TASK TO COMPLETE:
Only the lines from the start of the entries up to and including the line with "from hypothesis import given, settings" should be written out, exactly as they stand.

AVAILABLE DATA:
****
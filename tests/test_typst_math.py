"""Formulas set as mathematics: nothing of a formula is lost or moved, and typst sets what is made.

The expected forms are typst's own (reference, chapter Math): ``frac(a, b)``, ``attach(base, t: above, b: below)``, ``sqrt``.
"""

from __future__ import annotations

import re

import pytest
import typst
from annotate_fixture import example
from hypothesis import given, settings
from hypothesis import strategies as st

from calccheck.annotate.record import entries
from calccheck.annotate.to_pdf import typst_source
from calccheck.annotate.typst_math import mathematics
from calccheck.read.expression import parse_value
from calccheck.read.maths import parse_maths
from calccheck.source import whole


def made(text: str) -> str:
    return mathematics(parse_value(whole(text)), text)


@pytest.mark.parametrize(
    ("written", "source"),
    [
        ("9.190 V", '#upright("9.190 V")'),
        ("−0.5 mA", '#negative;#upright("0.5 mA")'),
        ("1.20e3 V", '#upright("1.20 × 10³ V")'),
        ("3×10⁻¹⁹ C", '#upright("3 × 10⁻¹⁹ C")'),
        ("30°", '#upright("30°")'),
        ("Rb", '#leaning("Rb")'),
        ("V_bus", 'attach(#slanted("V"), b: #upright("bus"))'),
        ("V_{a,b}²", 'attach(#slanted("V"), b: #upright("a,b"), t: #upright("2"))'),
        ("V_bus due to Vb", 'attach(#slanted("V"), b: #upright("bus")) thin #upright("due to Vb")'),
        ("max V_o", '#upright("max") thin attach(#slanted("V"), b: #upright("o"))'),
        ("a/b", 'frac(#leaning("a"), #leaning("b"))'),
        ("(a + b)/(c − d)", 'frac(#leaning("a") + #leaning("b"), #leaning("c") minus #leaning("d"))'),
        ("a/(b/(c/d))", 'frac(#leaning("a"), frac(#leaning("b"), #leaning("c") slash #leaning("d")))'),
        ("(a + b) × c", '(#leaning("a") + #leaning("b")) times #leaning("c")'),
        ("R1 ∥ R2", '#leaning("R1") parallel #leaning("R2")'),
        ("2 R1", '#upright("2") thin #leaning("R1")'),
        ("(2 A)²", 'attach((#upright("2 A")), t: #upright("2"))'),
        ("(3/16) mA", '(frac(#upright("3"), #upright("16"))) thin #upright("mA")'),
        ("sqrt(a/b)", 'sqrt(frac(#leaning("a"), #leaning("b")))'),
        ("√(a + b)", 'sqrt(#leaning("a") + #leaning("b"))'),
        ("|x|", 'abs(#leaning("x"))'),
        ("max(a, b)", 'op("max") (#leaning("a") comma #leaning("b"))'),
        ("3.2 V … 3.4 V", '#upright("3.2 V") dots.h #upright("3.4 V")'),
        ("3.3 V ± 0.1 V", '#upright("3.3 V") plus.minus #upright("0.1 V")'),
    ],
)
def test_each_form(written, source):
    assert made(written) == source


@pytest.mark.parametrize(
    ("written", "source"),
    [
        (r"V_\mathrm{b} = 2\,\mathrm{V}", 'attach(#slanted("V"), b: #upright("b"))'),
        (r"V_b \text{ due to S1} = 1", 'attach(#slanted("V"), b: #upright("b")) thin #upright("due to S1")'),
        (r"\frac{a}{b} = 1", 'frac(#leaning("a"), #leaning("b"))'),  # the bar groups: no brackets of its own
        (r"\left( a + b \right) c = 1", '(#leaning("a") + #leaning("b")) thin #leaning("c")'),
        (r"\min ( V_a - V_b ) = 1",
         '#upright("min") thin (attach(#slanted("V"), b: #upright("a")) minus attach(#slanted("V"), b: #upright("b")))'),
    ],
)  # fmt: skip
def test_each_form_of_dollar_maths(written, source):
    assert mathematics(parse_maths(whole(written))[0].node, written) == source


ATOMS = st.sampled_from(["R1", "Rb", "x′", "4.70 kΩ", "12 V", "0.010", "V_bus", "I_{R1,a}", "3.0e-3 A", "π"])


def grown(inner: st.SearchStrategy[str]) -> st.SearchStrategy[str]:
    sums = st.tuples(inner, st.sampled_from([" + ", " − ", " × ", " / ", " ∥ "]), inner)
    return st.one_of(
        sums.map(lambda t: f"({''.join(t)})"),
        inner.map(lambda t: f"({t})²"),
        inner.map(lambda t: f"sqrt({t})"),
        inner.map(lambda t: f"(−{t})"),
    )


FORMULAS = st.recursive(ATOMS, grown, max_leaves=12)


def literals(source: str) -> str:
    """The words in a source's string literals, one behind the other."""
    return "".join(re.findall(r'"((?:[^"\\]|\\.)*)"', source)).replace(" ", "")


@given(FORMULAS)
def test_names_and_numbers_stand_in_the_order_written(written):
    plain = re.sub(r"[()+−×/∥{}\s]|sqrt", "", written.replace("3.0e-3", "3.0 10⁻³")).replace("²", "2").replace("_", "")
    assert literals(made(written)).replace("×", "") == plain


@settings(max_examples=3, deadline=None)
@given(st.lists(FORMULAS, min_size=25, max_size=25))
def test_typst_sets_them_all(written):
    report = example()
    head = typst_source(report, entries(report), "", frozenset()).partition("#show: paper.with")[0]
    lines = "\n\n".join(f'#formula("alt", ${made(w)}$)' for w in written)
    document = '#set document(title: "x", date: datetime(year: 2026, month: 1, day: 1))\n#set text(lang: "en")\n'
    made_pdf = typst.Compiler((head + document + lines).encode(), ignore_system_fonts=True).compile(
        format="pdf", pdf_standards=["a-3a", "ua-1"]
    )
    assert made_pdf.startswith(b"%PDF")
****
RESULT OF THE EXERCISE:
filename tests/test_typst_math.py
"""Formulas set as mathematics: nothing of a formula is lost or moved, and typst sets what is made.

The expected forms are typst's own (reference, chapter Math): ``frac(a, b)``, ``attach(base, t: above, b: below)``, ``sqrt``.
"""

from __future__ import annotations

import re

import pytest
import typst
from annotate_fixture import example
from hypothesis import given, settings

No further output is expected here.